Velocity Reviews - Computer Hardware Reviews

Velocity Reviews > Newsgroups > Programming > Perl > Perl Misc > look up very large table

Reply
Thread Tools

look up very large table

 
 
ela
Guest
Posts: n/a
 
      02-10-2010
I have some large data in pieces, e.g.

asia.gz.tar 300M

or

roads1.gz.tar 100M
roads2.gz.tar 100M
roads3.gz.tar 100M
roads4.gz.tar 100M

I wonder whether I should concatenate them all into a single ultra large
file and then perform parsing them into a large table (I don't know whether
perl can handle that...).

The final table should look like this:

ID1 ID2 INFO
X1 Y9 san diego; california; West Coast; America; North Ameria; Earth
X2.3 H9 Beijing; China; Asia
.....

each row may come from a big file of >100M (as aforementioned):

CITY Beijing
NOTE Capital
RACE Chinese
....

And then I have another much smaller table which contains all the ID's
(either ID1 or ID2, maybe 100,000 records, <20M). and I just need to make
this 20M file annotated with the INFO. Hashing seems not to be a solution
for my 32G, 8-core machine...

Any advice? or should i resort to some other languages?







 
Reply With Quote
 
 
 
 
Jim Gibson
Guest
Posts: n/a
 
      02-10-2010
In article <hku3e0$3fs$(E-Mail Removed)>, ela
<(E-Mail Removed)> wrote:

> I have some large data in pieces, e.g.
>
> asia.gz.tar 300M
>
> or
>
> roads1.gz.tar 100M
> roads2.gz.tar 100M
> roads3.gz.tar 100M
> roads4.gz.tar 100M
>
> I wonder whether I should concatenate them all into a single ultra large
> file and then perform parsing them into a large table (I don't know whether
> perl can handle that...).


There is no benefit that I can see to concatenating the files. Use the
File::Find module to find all files with a certain naming convention,
read each one, and process the information in each file. As far as the
amount of information that Perl can handles, that is mostly determined
by the available memory and how smart you are at condensing the data,
keeping only what you need and throwing away stuff you don't need.

>
> The final table should look like this:
>
> ID1 ID2 INFO
> X1 Y9 san diego; california; West Coast; America; North Ameria; Earth
> X2.3 H9 Beijing; China; Asia


Perl does not have tables. It has arrays and hashes. You can nest
arrays and hashes to store complex datasets in memory by using
references.

> ....
>
> each row may come from a big file of >100M (as aforementioned):
>
> CITY Beijing
> NOTE Capital
> RACE Chinese
> ...
>
> And then I have another much smaller table which contains all the ID's
> (either ID1 or ID2, maybe 100,000 records, <20M). and I just need to make
> this 20M file annotated with the INFO. Hashing seems not to be a solution
> for my 32G, 8-core machine...
>
> Any advice? or should i resort to some other languages?
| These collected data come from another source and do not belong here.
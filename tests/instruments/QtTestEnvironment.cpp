// A QCoreApplication for the whole instruments_tests run (GoogleTest's main creates none).
#include <QCoreApplication>

#include <gtest/gtest.h>

namespace {

class QtEnvironment final : public ::testing::Environment {
public:
    void SetUp() override
    {
        if (!QCoreApplication::instance())
            m_app = new QCoreApplication(m_argc, m_argv);
    }
    void TearDown() override
    {
        delete m_app;
        m_app = nullptr;
    }

private:
    int m_argc = 1;
    char m_name[32] = "instruments_tests";
    char *m_argv[2] = {m_name, nullptr};
    QCoreApplication *m_app = nullptr;
};

const auto *registered = ::testing::AddGlobalTestEnvironment(new QtEnvironment);

} // namespace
Try reading all the files and saving the data you want. If you run out
of memory, then think about a different approach. 32GB of memory is
quite a lot.

If you can't fit all of your data into memory at one time, you might
consider using a database that will store your data in files. Perl has
support for many databases. But I would first determine whether or not
you can fit everything in memory.

--
Jim Gibson
 
Reply With Quote
 
 
 
 
ccc31807
Guest
Posts: n/a
 
      02-10-2010
On Feb 10, 5:57*am, "ela" <(E-Mail Removed)> wrote:
> Any advice? or should i resort to some other languages?


Perl is probably your best bet for this task.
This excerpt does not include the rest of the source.